Data for this task:
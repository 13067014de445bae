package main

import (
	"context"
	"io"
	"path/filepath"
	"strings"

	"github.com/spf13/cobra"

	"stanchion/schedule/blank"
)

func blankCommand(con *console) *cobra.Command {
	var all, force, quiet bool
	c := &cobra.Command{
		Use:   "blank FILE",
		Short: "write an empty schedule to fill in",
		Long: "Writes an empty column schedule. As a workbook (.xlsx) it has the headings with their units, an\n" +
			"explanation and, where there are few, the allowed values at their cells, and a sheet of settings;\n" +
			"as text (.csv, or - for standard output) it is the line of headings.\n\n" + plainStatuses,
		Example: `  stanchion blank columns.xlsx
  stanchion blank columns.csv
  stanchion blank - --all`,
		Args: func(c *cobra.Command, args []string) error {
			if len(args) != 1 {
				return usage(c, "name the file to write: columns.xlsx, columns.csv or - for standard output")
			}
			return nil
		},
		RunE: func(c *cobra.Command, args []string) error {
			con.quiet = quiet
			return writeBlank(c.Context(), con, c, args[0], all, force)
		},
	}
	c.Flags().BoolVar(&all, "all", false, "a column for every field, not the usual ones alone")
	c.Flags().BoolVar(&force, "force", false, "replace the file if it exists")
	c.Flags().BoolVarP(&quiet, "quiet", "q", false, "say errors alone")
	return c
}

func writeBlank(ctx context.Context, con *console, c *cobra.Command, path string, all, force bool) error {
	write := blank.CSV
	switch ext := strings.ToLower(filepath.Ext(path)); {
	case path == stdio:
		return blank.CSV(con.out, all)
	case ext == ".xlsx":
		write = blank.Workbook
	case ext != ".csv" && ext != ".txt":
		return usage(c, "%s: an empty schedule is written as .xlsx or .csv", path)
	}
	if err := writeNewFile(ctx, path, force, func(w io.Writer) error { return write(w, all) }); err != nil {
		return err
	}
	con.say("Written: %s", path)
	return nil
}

==

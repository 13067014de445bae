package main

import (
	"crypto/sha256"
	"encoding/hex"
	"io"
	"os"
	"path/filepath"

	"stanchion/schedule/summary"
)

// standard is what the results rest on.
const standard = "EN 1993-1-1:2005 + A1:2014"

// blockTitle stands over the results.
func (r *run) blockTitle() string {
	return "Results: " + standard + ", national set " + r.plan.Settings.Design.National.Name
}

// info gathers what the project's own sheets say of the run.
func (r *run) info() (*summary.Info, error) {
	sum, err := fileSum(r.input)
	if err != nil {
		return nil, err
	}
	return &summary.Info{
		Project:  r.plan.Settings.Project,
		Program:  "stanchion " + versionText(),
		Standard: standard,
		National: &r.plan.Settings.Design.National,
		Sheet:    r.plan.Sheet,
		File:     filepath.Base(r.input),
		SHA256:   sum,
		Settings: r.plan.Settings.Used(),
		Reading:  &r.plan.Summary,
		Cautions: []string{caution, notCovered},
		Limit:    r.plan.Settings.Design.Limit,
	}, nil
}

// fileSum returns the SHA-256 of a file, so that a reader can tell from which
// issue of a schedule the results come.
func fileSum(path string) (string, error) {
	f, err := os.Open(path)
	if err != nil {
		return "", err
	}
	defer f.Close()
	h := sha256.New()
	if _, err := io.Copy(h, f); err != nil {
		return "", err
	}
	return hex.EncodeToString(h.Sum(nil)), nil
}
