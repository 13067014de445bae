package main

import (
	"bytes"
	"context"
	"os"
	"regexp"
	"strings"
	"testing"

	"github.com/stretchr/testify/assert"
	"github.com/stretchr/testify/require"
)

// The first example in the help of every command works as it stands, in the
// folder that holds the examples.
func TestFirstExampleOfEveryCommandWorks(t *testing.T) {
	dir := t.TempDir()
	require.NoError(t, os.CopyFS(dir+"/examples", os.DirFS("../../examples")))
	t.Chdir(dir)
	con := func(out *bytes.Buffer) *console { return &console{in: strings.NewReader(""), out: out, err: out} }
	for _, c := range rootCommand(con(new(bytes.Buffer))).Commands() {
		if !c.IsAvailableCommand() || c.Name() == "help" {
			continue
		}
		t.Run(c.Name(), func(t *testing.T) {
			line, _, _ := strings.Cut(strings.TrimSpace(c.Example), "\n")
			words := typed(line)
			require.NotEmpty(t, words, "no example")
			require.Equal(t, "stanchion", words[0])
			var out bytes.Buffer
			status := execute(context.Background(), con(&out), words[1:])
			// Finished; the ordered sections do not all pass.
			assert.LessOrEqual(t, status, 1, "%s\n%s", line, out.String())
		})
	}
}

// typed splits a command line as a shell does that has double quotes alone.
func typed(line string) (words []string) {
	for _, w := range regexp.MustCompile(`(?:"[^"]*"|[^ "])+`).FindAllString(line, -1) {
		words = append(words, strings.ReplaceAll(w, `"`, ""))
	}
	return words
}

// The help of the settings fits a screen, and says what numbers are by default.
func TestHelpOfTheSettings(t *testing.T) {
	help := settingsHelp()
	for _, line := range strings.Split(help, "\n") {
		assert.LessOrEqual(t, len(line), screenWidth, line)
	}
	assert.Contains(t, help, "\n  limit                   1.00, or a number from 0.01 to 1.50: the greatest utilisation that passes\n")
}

What you need to do: The count alone is wanted: how many lines above hold the string "cobra"?

Answer box: 6